_Information_
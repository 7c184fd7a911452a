import type { SymbolArray } from '../symbols/sequence.ts';
import type { AddedCount, AdditiveModel } from './additive-model.ts';
import { NODE_FIRST, NODE_SECOND, NODE_SYMBOL, NODE_WORDS } from './context-tree.ts';
import { CountingContexts } from './counting-contexts.ts';
import { CountingRuns } from './counting-runs.ts';
import { CountingSums } from './counting-sums.ts';
import type { OperationTally } from './counting-tally.ts';
import type { IntervalSink } from './interval.ts';
import type { PositionSums } from './position-sums.ts';
import { HAS_RUN, type SymbolRuns } from './symbol-runs.ts';

const isPowerOfTwo = (value: number): boolean => Number.isInteger(Math.log2(value));

/**
 * Takes the steps of an {@link AdditiveModel}'s encoder and decoder together and counts what each reads and decides, without the
 * loop's shortcut for totals that are far from their bound. The same intervals come out, which a test holds it to. What the stage
 * does is counted by the sink; contexts, runs and sums by classes of their own.
 *
 * Beside those. Products by p and q, where these are no powers of two, are multiplies. A context: its two words and whether it has a
 * run, 3 reads and 1 branch. With a run its length; the encoder tests each entry up to the symbol's for the end and the symbol and
 * reads it twice, for a symbol not yet seen it walks the run once more; the decoder tests its target against the unseen symbols'
 * interval and then weight by weight, an unseen one's rank is brought to a symbol by walks over the run. In the end whether
 * the total can be too large.
 */
export class CountingAdditive {
  readonly #alphabetSize: number;
  readonly #order: number;
  readonly #added: AddedCount;
  readonly #halveAt: number;
  readonly #runs: SymbolRuns;
  readonly #counted: CountingRuns;
  readonly #contexts: CountingContexts;
  /** Order 0 only. */
  readonly #positionSums: PositionSums | undefined;
  readonly #sumSteps: CountingSums;
  readonly #encoder: OperationTally;
  readonly #decoder: OperationTally;
  /** Multiplies that a product by p, and by q, takes. */
  readonly #timesP: number;
  readonly #timesQ: number;

  /**
   * @param model  the state to start with, which is copied
   * @param slots  as CountingContexts
   */
  constructor(
    model: AdditiveModel,
    alphabetSize: number,
    order: number,
    added: AddedCount,
    halveAt: number,
    slots: number,
    encoder: OperationTally,
    decoder: OperationTally,
  ) {
    const { runs, sums } = model.learned();
    this.#alphabetSize = alphabetSize;
    this.#order = order;
    this.#added = added;
    this.#halveAt = halveAt;
    this.#runs = runs;
    this.#positionSums = sums;
    this.#encoder = encoder;
    this.#decoder = decoder;
    this.#timesP = isPowerOfTwo(added.p) ? 0 : 1;
    this.#timesQ = isPowerOfTwo(added.q) ? 0 : 1;
    runs.tree.start();
    this.#counted = new CountingRuns(runs, encoder, decoder);
    this.#contexts = new CountingContexts(runs.tree, slots, encoder, decoder);
    this.#sumSteps = new CountingSums(alphabetSize);
  }

  /** Makes the present counts the state that {@link reset} returns to. */
  markResetState(): void {
    this.#runs.mark();
    this.#positionSums?.mark();
    this.#contexts.mark();
    this.#runs.tree.start();
  }

  reset(): void {
    this.#runs.restore();
    this.#positionSums?.restore();
    this.#contexts.restore();
    this.#runs.tree.start();
  }

  /** Words that the runs take now, and positions met. */
  get size(): { readonly runWords: number; readonly positions: number } {
    return { runWords: this.#runs.runWords, positions: this.#positionSums?.count ?? 0 };
  }

  /** Codes `symbols[from … to − 1]` and closes each at both ends. */
  code(symbols: SymbolArray, from: number, to: number, sink: IntervalSink): void {
    for (let i = from; i < to; i++) {
      const symbol = symbols[i];
      if (this.#positionSums !== undefined) this.#codeEmpty(this.#positionSums, symbol, sink);
      else this.#codeAtOrder(symbol, sink);
      this.#contexts.advance(symbol);
      this.#encoder.close();
      this.#decoder.close();
    }
  }

  #count(multiplies: number, tableReads: number, branches: number): void {
    const encoder = this.#encoder;
    const decoder = this.#decoder;
    encoder.multiplies += multiplies;
    decoder.multiplies += multiplies;
    encoder.tableReads += tableReads;
    decoder.tableReads += tableReads;
    encoder.branches += branches;
    decoder.branches += branches;
  }

  #codeAtOrder(symbol: number, sink: IntervalSink): void {
    const runs = this.#runs;
    const { words, contexts } = runs.tree;
    const { p, q } = this.#added;
    const node = contexts[this.#order];
    const at = node * NODE_WORDS;
    const first = words[at + NODE_FIRST];
    const total = q * words[at + NODE_SECOND] + p * this.#alphabetSize;
    this.#count(this.#timesQ, 3, 1);
    // Where the unseen begin, and whether the target lies there.
    this.#decoder.multiplies += this.#timesQ + this.#timesP;
    this.#decoder.branches += 1;
    if (words[at + NODE_SYMBOL] & HAS_RUN) this.#codeInRun(node, first, symbol, total, sink);
    else this.#codeAlone(node, first, symbol, total, sink);
    // Whether the total can be too large.
    this.#count(0, 0, 1);
    if (total + q > this.#halveAt) this.#settle(node);
  }

  #codeInRun(node: number, run: number, symbol: number, total: number, sink: IntervalSink): void {
    const runs = this.#runs;
    const { pool } = runs;
    const { p, q } = this.#added;
    const encoder = this.#encoder;
    const decoder = this.#decoder;
    const timesP = this.#timesP;
    const timesQ = this.#timesQ;
    const bits = runs.symbolBits;
    const mask = 2 ** bits - 1;
    const distinct = pool[run];
    const end = run + distinct;
    let counts = 0;
    let position = run + 1;
    while (position <= end && (pool[position] & mask) !== symbol) {
      counts += pool[position++] >>> bits;
    }
    const passed = position - run - 1;
    this.#count(0, 1, 0);
    // Each entry passed: read twice, two tests.
    encoder.tableReads += 2 * passed;
    encoder.branches += 2 * passed;
    // Lower end; whether the symbol was found.
    encoder.multiplies += timesQ + timesP;
    encoder.branches += 1;
    // Whether there is a run, once more.
    decoder.branches += 1;
    if (position <= end) {
      encoder.tableReads += 2;
      encoder.branches += 2;
      encoder.multiplies += timesQ;
      decoder.tableReads += passed + 1 + 1;
      decoder.multiplies += (passed + 1) * timesQ;
      decoder.branches += passed + 1;
      sink.put(q * counts + p * passed, q * (pool[position] >>> bits) + p, total);
      this.#counted.increment(node, position);
      return;
    }
    let below = 0;
    for (let j = run + 1; j <= end; j++) if ((pool[j] & mask) < symbol) below++;
    encoder.tableReads += distinct;
    encoder.branches += 1 + 2 * distinct + 1;
    const rank = symbol - below;
    this.#rankToSymbol(run, mask, rank);
    sink.put(q * counts + p * (distinct + rank), p, total);
    this.#counted.append(node, symbol);
  }

  /** The decoder's way from a rank to the unseen symbol of a run: walks until one changes nothing. */
  #rankToSymbol(run: number, mask: number, rank: number): void {
    const { pool } = this.#runs;
    const decoder = this.#decoder;
    const distinct = pool[run];
    decoder.divides += this.#timesP;
    decoder.multiplies += this.#timesP;
    decoder.tableReads += 1;
    let symbol = rank;
    for (let shift = 0; ; ) {
      let upTo = 0;
      for (let i = run + 1; i <= run + distinct; i++) if ((pool[i] & mask) <= symbol) upTo++;
      decoder.tableReads += distinct;
      decoder.branches += 2 * distinct + 1 + 1;
      if (upTo === shift) return;
      shift = upTo;
      symbol = rank + shift;
    }
  }

  /** In a context with one symbol, or none. */
  #codeAlone(node: number, entry: number, symbol: number, total: number, sink: IntervalSink): void {
    const { symbolBits } = this.#runs;
    const { p, q } = this.#added;
    const encoder = this.#encoder;
    const decoder = this.#decoder;
    const count = entry >>> symbolBits;
    const only = entry & (2 ** symbolBits - 1);
    const isEmpty = entry === 0;
    // Whether there is any; whether there is a run, once more.
    this.#count(0, 0, 1);
    decoder.branches += 1;
    if (!isEmpty) {
      encoder.branches += 1;
      encoder.multiplies += this.#timesQ;
    }
    if (!isEmpty && only === symbol) {
      decoder.multiplies += this.#timesQ;
      if (this.#alphabetSize > 1) sink.put(0, q * count + p, total);
      this.#counted.incrementOnly(node);
      return;
    }
    const isAbove = !isEmpty && symbol > only;
    const rank = isAbove ? symbol - 1 : symbol;
    encoder.multiplies += this.#timesP;
    if (!isEmpty) encoder.branches += 1;
    decoder.divides += this.#timesP;
    decoder.multiplies += this.#timesP;
    decoder.branches += isEmpty ? 1 : 2;
    const low = q * count + p * (isEmpty ? rank : rank + 1);
    if (this.#alphabetSize > 1) sink.put(low, p, total);
    this.#counted.append(node, symbol);
  }

  #settle(node: number): void {
    const { p, q } = this.#added;
    for (;;) {
      const sum = this.#counted.sumOf(node);
      this.#count(this.#timesQ, 0, 1);
      if (q * sum + p * this.#alphabetSize <= this.#halveAt) return;
      this.#counted.halve(node);
    }
  }

  #codeEmpty(positionSums: PositionSums, symbol: number, sink: IntervalSink): void {
    const { p, q } = this.#added;
    const steps = this.#sumSteps;
    const encoder = this.#encoder;
    const decoder = this.#decoder;
    const base = p * this.#alphabetSize;
    const sums = positionSums.at(this.#runs.tree.contexts[0]);
    const total = q * sums.sum + base;
    const weight = q * sums.counts[symbol] + p;
    if (this.#alphabetSize > 1) {
      // Total, weight and lower end; the decoder's search weighs a sum at each level.
      this.#count(3 * this.#timesQ + this.#timesP, 1, 0);
      steps.search(decoder);
      decoder.multiplies += steps.levels * this.#timesQ;
      steps.increment(sums, symbol, encoder);
      steps.increment(sums, symbol, decoder);
    }
    const low = q * sums.increment(symbol) + p * symbol;
    if (this.#alphabetSize > 1) sink.put(low, weight, total);
    for (;;) {
      this.#count(this.#timesQ, 0, 1);
      if (q * sums.sum + base <= this.#halveAt) return;
      steps.halve(sums, encoder);
      steps.halve(sums, decoder);
      sums.halve();
    }
  }
}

_Exercise requirements_
Given the records above, restate word for word only the lines starting at the one with "decides, without the" and ending at the one with "What the stage".

_Exercise output_
 * Takes the steps of an {@link AdditiveModel}'s encoder and decoder together and counts what each reads and decides, without the
 * loop's shortcut for totals that are far from their bound. The same intervals come out, which a test holds it to. What the stage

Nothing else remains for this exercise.